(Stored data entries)

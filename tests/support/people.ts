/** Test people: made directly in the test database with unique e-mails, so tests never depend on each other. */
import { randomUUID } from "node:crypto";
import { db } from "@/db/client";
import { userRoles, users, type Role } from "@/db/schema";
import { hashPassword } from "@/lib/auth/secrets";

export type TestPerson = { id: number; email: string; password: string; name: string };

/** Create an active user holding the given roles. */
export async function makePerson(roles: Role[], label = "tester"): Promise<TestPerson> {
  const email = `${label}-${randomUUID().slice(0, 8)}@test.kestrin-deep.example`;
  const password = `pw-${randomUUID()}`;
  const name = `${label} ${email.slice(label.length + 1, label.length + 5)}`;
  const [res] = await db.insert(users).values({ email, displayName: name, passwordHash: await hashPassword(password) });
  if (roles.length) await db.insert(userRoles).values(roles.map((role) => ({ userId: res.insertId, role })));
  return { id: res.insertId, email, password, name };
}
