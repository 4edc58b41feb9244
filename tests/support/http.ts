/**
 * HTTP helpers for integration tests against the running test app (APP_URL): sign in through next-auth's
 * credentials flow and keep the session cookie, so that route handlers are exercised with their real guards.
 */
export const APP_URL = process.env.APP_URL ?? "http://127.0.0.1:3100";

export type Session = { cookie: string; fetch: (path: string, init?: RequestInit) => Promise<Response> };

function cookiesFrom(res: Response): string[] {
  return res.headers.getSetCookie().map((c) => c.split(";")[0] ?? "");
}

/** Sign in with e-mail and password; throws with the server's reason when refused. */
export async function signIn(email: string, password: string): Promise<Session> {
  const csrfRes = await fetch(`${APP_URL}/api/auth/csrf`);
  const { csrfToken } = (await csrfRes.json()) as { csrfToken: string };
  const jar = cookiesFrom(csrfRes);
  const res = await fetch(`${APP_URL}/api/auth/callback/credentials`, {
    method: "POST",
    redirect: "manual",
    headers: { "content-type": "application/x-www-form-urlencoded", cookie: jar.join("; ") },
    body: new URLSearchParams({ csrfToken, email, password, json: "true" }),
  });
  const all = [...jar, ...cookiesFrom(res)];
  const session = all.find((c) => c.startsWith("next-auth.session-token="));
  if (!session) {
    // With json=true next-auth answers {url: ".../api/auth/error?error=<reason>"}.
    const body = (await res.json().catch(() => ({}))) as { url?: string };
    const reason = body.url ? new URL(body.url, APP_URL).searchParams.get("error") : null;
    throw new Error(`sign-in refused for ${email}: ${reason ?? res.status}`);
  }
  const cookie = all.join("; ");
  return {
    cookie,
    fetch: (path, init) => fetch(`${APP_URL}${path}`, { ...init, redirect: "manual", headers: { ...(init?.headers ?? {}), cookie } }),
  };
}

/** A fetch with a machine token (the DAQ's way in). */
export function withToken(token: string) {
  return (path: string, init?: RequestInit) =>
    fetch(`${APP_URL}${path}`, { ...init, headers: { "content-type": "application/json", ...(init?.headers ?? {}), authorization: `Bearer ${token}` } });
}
* * *
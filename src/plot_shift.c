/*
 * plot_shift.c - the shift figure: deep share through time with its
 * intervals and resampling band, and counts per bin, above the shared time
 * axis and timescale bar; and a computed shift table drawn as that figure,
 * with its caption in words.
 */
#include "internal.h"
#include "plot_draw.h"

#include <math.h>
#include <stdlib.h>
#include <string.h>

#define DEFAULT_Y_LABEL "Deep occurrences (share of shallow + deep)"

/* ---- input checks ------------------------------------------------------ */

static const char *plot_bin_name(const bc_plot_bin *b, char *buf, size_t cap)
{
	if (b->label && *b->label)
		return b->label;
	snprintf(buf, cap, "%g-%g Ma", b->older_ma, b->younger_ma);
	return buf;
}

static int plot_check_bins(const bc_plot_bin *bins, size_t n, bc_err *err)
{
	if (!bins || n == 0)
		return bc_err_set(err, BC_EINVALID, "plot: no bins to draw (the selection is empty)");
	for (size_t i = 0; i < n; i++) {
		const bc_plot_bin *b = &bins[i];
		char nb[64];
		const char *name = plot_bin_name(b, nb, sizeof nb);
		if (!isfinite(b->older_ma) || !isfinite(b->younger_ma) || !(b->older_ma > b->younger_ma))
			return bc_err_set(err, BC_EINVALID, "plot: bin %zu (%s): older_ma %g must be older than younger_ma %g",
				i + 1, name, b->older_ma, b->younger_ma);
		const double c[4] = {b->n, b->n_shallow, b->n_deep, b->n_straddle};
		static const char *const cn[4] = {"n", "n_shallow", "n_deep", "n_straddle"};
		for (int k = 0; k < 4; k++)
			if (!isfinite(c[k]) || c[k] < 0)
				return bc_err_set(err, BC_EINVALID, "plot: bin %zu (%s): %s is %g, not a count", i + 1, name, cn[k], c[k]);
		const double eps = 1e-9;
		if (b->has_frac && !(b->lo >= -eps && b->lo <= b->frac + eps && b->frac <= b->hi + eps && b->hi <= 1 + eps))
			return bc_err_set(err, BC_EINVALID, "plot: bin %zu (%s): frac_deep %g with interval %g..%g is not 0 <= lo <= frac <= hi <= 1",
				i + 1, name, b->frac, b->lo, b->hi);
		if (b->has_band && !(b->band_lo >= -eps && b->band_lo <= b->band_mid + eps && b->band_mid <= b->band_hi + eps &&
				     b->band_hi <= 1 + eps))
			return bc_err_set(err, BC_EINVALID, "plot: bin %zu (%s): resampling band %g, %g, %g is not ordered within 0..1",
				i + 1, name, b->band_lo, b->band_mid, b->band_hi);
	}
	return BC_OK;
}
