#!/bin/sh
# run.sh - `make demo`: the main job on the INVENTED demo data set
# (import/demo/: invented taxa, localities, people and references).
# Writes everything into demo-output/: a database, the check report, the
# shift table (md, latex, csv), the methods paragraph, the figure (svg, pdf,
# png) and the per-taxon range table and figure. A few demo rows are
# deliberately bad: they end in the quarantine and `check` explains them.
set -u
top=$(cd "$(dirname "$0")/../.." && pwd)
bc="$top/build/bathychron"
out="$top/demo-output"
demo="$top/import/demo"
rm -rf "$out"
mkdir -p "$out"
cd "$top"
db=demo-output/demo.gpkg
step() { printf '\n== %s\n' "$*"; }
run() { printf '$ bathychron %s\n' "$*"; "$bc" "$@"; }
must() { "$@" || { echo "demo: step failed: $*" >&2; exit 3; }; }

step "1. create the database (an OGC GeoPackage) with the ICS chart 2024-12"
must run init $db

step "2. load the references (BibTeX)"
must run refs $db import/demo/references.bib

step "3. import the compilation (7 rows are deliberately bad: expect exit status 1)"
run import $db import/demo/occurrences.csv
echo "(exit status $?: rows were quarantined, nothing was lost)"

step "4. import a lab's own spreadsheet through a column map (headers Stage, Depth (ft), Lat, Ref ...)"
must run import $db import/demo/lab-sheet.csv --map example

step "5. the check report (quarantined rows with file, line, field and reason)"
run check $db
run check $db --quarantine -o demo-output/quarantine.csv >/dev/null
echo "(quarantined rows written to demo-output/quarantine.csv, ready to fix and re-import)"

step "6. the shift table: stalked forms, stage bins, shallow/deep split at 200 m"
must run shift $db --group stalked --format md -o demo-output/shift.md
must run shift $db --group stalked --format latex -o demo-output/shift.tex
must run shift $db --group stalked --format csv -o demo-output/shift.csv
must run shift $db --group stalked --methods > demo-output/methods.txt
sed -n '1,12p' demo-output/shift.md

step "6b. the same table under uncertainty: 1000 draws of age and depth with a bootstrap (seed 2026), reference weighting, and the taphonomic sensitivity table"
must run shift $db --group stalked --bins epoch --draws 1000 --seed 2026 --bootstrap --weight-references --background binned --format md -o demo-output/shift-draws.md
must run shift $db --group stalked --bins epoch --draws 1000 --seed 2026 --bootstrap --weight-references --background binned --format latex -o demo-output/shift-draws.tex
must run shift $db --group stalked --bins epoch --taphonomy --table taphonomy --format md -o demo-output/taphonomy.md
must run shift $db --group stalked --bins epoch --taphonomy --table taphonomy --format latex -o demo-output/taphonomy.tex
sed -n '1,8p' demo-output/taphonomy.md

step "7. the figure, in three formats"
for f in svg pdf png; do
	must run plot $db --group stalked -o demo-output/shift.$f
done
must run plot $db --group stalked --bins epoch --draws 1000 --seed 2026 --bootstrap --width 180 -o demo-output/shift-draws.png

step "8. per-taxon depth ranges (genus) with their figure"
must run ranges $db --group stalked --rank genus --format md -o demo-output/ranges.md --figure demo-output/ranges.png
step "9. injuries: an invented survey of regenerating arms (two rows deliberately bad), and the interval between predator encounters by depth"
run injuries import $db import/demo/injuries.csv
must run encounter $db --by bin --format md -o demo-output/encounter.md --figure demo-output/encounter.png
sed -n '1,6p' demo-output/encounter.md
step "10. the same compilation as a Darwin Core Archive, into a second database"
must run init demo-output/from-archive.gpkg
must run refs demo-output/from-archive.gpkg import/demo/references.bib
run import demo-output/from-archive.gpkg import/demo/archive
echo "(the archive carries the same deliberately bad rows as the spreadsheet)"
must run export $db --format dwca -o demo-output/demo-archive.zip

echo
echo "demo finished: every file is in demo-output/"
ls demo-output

:: What you need to do ::
Scan the lines above for "#include <math.h>" and for "demo data set". Repeat exactly the line holding each of them and every line in between.

:: The completed task ::
#include <math.h>
#include <stdlib.h>
#include <string.h>

#define DEFAULT_Y_LABEL "Deep occurrences (share of shallow + deep)"

/* ---- input checks ------------------------------------------------------ */

static const char *plot_bin_name(const bc_plot_bin *b, char *buf, size_t cap)
{
	if (b->label && *b->label)
		return b->label;
	snprintf(buf, cap, "%g-%g Ma", b->older_ma, b->younger_ma);
	return buf;
}

static int plot_check_bins(const bc_plot_bin *bins, size_t n, bc_err *err)
{
	if (!bins || n == 0)
		return bc_err_set(err, BC_EINVALID, "plot: no bins to draw (the selection is empty)");
	for (size_t i = 0; i < n; i++) {
		const bc_plot_bin *b = &bins[i];
		char nb[64];
		const char *name = plot_bin_name(b, nb, sizeof nb);
		if (!isfinite(b->older_ma) || !isfinite(b->younger_ma) || !(b->older_ma > b->younger_ma))
			return bc_err_set(err, BC_EINVALID, "plot: bin %zu (%s): older_ma %g must be older than younger_ma %g",
				i + 1, name, b->older_ma, b->younger_ma);
		const double c[4] = {b->n, b->n_shallow, b->n_deep, b->n_straddle};
		static const char *const cn[4] = {"n", "n_shallow", "n_deep", "n_straddle"};
		for (int k = 0; k < 4; k++)
			if (!isfinite(c[k]) || c[k] < 0)
				return bc_err_set(err, BC_EINVALID, "plot: bin %zu (%s): %s is %g, not a count", i + 1, name, cn[k], c[k]);
		const double eps = 1e-9;
		if (b->has_frac && !(b->lo >= -eps && b->lo <= b->frac + eps && b->frac <= b->hi + eps && b->hi <= 1 + eps))
			return bc_err_set(err, BC_EINVALID, "plot: bin %zu (%s): frac_deep %g with interval %g..%g is not 0 <= lo <= frac <= hi <= 1",
				i + 1, name, b->frac, b->lo, b->hi);
		if (b->has_band && !(b->band_lo >= -eps && b->band_lo <= b->band_mid + eps && b->band_mid <= b->band_hi + eps &&
				     b->band_hi <= 1 + eps))
			return bc_err_set(err, BC_EINVALID, "plot: bin %zu (%s): resampling band %g, %g, %g is not ordered within 0..1",
				i + 1, name, b->band_lo, b->band_mid, b->band_hi);
	}
	return BC_OK;
}
#!/bin/sh
# run.sh - `make demo`: the main job on the INVENTED demo data set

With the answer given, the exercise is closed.